- [YOUR TASK]
Start at the line below containing "for (let i = at.length" and stop at the line containing "and bunched. */". Repeat every line of that stretch exactly, and nothing outside it.

*** Opening RECORD EXTRACTS ***

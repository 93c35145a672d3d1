import { gapsWithin } from './certain-levels';
import type { Reading } from './posterior';
import { blurredVariance, SEARCH_EFFORT } from './posterior';
import type { Atoms, Prior } from './prior';
import { pooled } from './prior';
import type { Settable } from './settable';

/** Enough places that the onset stays resolved after all verdicts are in. */
const searchAtoms = (verdicts: number) => Math.min(200, Math.max(64, 8 * Math.sqrt(verdicts)));
const LATTICE = 1500;
/** Work allowed to one search, in evaluations of one design. */
const EVALUATIONS = 2400;
const EVALUATIONS_BY_POINTS = 60;

/** The doses that the search moves over: the grid, or a lattice of 1/125 of the widened prior. */
function latticeOf(prior: Prior, set: Settable, blur: number, extra: readonly number[]): number[] {
  if (set.grid) return set.grid;
  const reach = 6 * Math.hypot(prior.sd, blur);
  const low = Math.max(set.low, Math.min(prior.mean - reach, set.high));
  const high = Math.min(set.high, Math.max(prior.mean + reach, set.low));
  const list = [set.low, set.high, ...extra.filter((d) => d >= set.low && d <= set.high)];
  for (let i = 0; i <= LATTICE; i += 1) list.push(low + ((high - low) * i) / LATTICE);
  if (low >= high) list.push(...gapsWithin(prior.atoms, set));
  return [...new Set(list)].filter((d) => d <= set.high).sort((a, b) => a - b);
}

function nearestIndex(lattice: number[], dose: number): number {
  let [low, high] = [0, lattice.length - 1];
  while (high - low > 1) {
    const middle = (low + high) >> 1;
    if (lattice[middle]! <= dose) low = middle;
    else high = middle;
  }
  return dose - lattice[low]! <= lattice[high]! - dose ? low : high;
}

/** Nearest allowed indices for wished doses, neighbours kept apart; null when it cannot be. */
function snapped(lattice: number[], doses: readonly number[], apart: number): number[] | null {
  const at = doses.map((d) => nearestIndex(lattice, d));
  const far = (i: number, j: number) => i !== j && lattice[j]! - lattice[i]! >= apart * (1 - 1e-9);
  for (let i = 1; i < at.length; i += 1) {
    while (at[i]! < lattice.length && (at[i]! <= at[i - 1]! || !far(at[i - 1]!, at[i]!)))
      at[i]! += 1;
  }
  let limit = lattice.length - 1;
  for (let i = at.length - 1; i >= 0; i -= 1) {
    at[i] = Math.min(at[i]!, limit);
    limit = at[i]!;
    while (i > 0 && limit >= 0 && !far(limit, at[i]!)) limit -= 1;
    if (limit < 0) return null;
  }
  return at;
}

/** Candidate moves of step h: each level, all together, and all about their middle. */
function movesOf(at: readonly number[], h: number, together: boolean): number[][] {
  const moves: number[][] = [];
  for (const sign of [-1, 1]) {
    for (let i = 0; i < at.length && !together; i += 1) {
      moves.push(at.map((x, j) => (j === i ? x + sign * h : x)));
    }
    if (at.length === 1 && !together) continue;
    moves.push(at.map((x) => x + sign * h));
    const middle = (at.length - 1) / 2;
    moves.push(at.map((x, j) => x + Math.round((sign * h * (j - middle)) / Math.max(1, middle))));
  }
  return moves;
}

type Search = {
  lattice: number[];
  apart: number;
  /** Levels move as one only: where the cost is sampled, single moves would follow its noise. */
  together: boolean;
  cost: (levels: number[]) => number;
};
type Found = { at: number[]; cost: number };

function permitted(search: Search, at: readonly number[]): boolean {
  const { lattice, apart } = search;
  return at.every((x, i) => {
    if (x < 0 || x >= lattice.length) return false;
    if (i === 0) return true;
    return x > at[i - 1]! && lattice[x]! - lattice[at[i - 1]!]! >= apart * (1 - 1e-9);
  });
}

/** Pattern search (Hooke & Jeeves 1961, J ACM 8:212): steps halve until one lattice place. */
function descend(search: Search, start: Found, allowance: number): Found {
  let best = start;
  let h = Math.max(1, Math.round(search.lattice.length / 24));
  let left = allowance;
  while (left > 0) {
    let improved = false;
    const count = movesOf(best.at, h, search.together).length;
    for (let i = 0; i < count && left > 0; i += 1) {
      const at = movesOf(best.at, h, search.together)[i]!;
      if (!permitted(search, at)) continue;
      left -= 1;
      const cost = search.cost(at.map((x) => search.lattice[x]!));
      if (cost < best.cost * (1 - 1e-9)) {
        best = { at, cost };
        improved = true;
      }
    }
    if (improved) continue;
    if (h === 1) break;
    h = h >> 1;
  }
  return best;
}

/** Starting series: the certain one, it drawn together and apart, evenly spread, and bunched. */
function startsOf(prior: Prior, certain: readonly number[], equal: readonly number[]): number[][] {
  const k = certain.length;
  const middle = certain.reduce((s, d) => s + d, 0) / k;
  const about = (f: number) => certain.map((d) => middle + f * (d - middle));
  const bunched = certain.map((_, i) => prior.mean + 0.02 * prior.sd * (i - (k - 1) / 2));
  return [[...certain], about(0.75), about(0.5), about(1.3), bunched, [...equal]];
}

/**
 * The `certain.length` doses of least expected posterior variance where verdicts are blurred:
 * pattern search from several starts over a pooled prior. `apart`: least distance of neighbours.
 */
export function blurredLevels(
  prior: Prior,
  set: Settable,
  reading: Reading,
  certain: readonly number[],
  equal: readonly number[],
  apart: number,
): number[] {
  const atoms: Atoms = pooled(prior.atoms, searchAtoms(certain.length * reading.replicates));
  const lattice = latticeOf(prior, set, reading.blur, [...certain, ...equal]);
  const starts = startsOf(prior, certain, equal).flatMap((doses) => {
    const at = doses.length === certain.length ? snapped(lattice, doses, apart) : null;
    return at ? [at] : [];
  });
  if (starts.length === 0) return [...certain];
  const doses = (at: number[]) => at.map((x) => lattice[x]!);
  const byPoints = starts.some(
    (at) => blurredVariance(atoms, doses(at), reading, SEARCH_EFFORT).byPoints,
  );
  const cost = (levels: number[]) =>
    blurredVariance(atoms, levels, reading, SEARCH_EFFORT, byPoints).variance;
  const search: Search = { lattice, apart, together: byPoints, cost };
  const ranked = starts
    .filter((at) => permitted(search, at))
    .map((at) => ({ at, cost: cost(doses(at)) }))
    .sort((a, b) => a.cost - b.cost)
    .slice(0, 3);
  const each = (byPoints ? EVALUATIONS_BY_POINTS : EVALUATIONS) / 3;
  const found = ranked.map((start) => descend(search, start, each));
  const best = found.reduce<Found | null>((a, b) => (a && a.cost <= b.cost ? a : b), null);
  return best ? doses(best.at) : [...certain];
}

*** Closing RECORD EXTRACTS ***

- [RESPONSE]
  for (let i = at.length - 1; i >= 0; i -= 1) {
    at[i] = Math.min(at[i]!, limit);
    limit = at[i]!;
    while (i > 0 && limit >= 0 && !far(limit, at[i]!)) limit -= 1;
    if (limit < 0) return null;
  }
  return at;
}

/** Candidate moves of step h: each level, all together, and all about their middle. */
function movesOf(at: readonly number[], h: number, together: boolean): number[][] {
  const moves: number[][] = [];
  for (const sign of [-1, 1]) {
    for (let i = 0; i < at.length && !together; i += 1) {
      moves.push(at.map((x, j) => (j === i ? x + sign * h : x)));
    }
    if (at.length === 1 && !together) continue;
    moves.push(at.map((x) => x + sign * h));
    const middle = (at.length - 1) / 2;
    moves.push(at.map((x, j) => x + Math.round((sign * h * (j - middle)) / Math.max(1, middle))));
  }
  return moves;
}

type Search = {
  lattice: number[];
  apart: number;
  /** Levels move as one only: where the cost is sampled, single moves would follow its noise. */
  together: boolean;
  cost: (levels: number[]) => number;
};
type Found = { at: number[]; cost: number };

function permitted(search: Search, at: readonly number[]): boolean {
  const { lattice, apart } = search;
  return at.every((x, i) => {
    if (x < 0 || x >= lattice.length) return false;
    if (i === 0) return true;
    return x > at[i - 1]! && lattice[x]! - lattice[at[i - 1]!]! >= apart * (1 - 1e-9);
  });
}

/** Pattern search (Hooke & Jeeves 1961, J ACM 8:212): steps halve until one lattice place. */
function descend(search: Search, start: Found, allowance: number): Found {
  let best = start;
  let h = Math.max(1, Math.round(search.lattice.length / 24));
  let left = allowance;
  while (left > 0) {
    let improved = false;
    const count = movesOf(best.at, h, search.together).length;
    for (let i = 0; i < count && left > 0; i += 1) {
      const at = movesOf(best.at, h, search.together)[i]!;
      if (!permitted(search, at)) continue;
      left -= 1;
      const cost = search.cost(at.map((x) => search.lattice[x]!));
      if (cost < best.cost * (1 - 1e-9)) {
        best = { at, cost };
        improved = true;
      }
    }
    if (improved) continue;
    if (h === 1) break;
    h = h >> 1;
  }
  return best;
}

/** Starting series: the certain one, it drawn together and apart, evenly spread, and bunched. */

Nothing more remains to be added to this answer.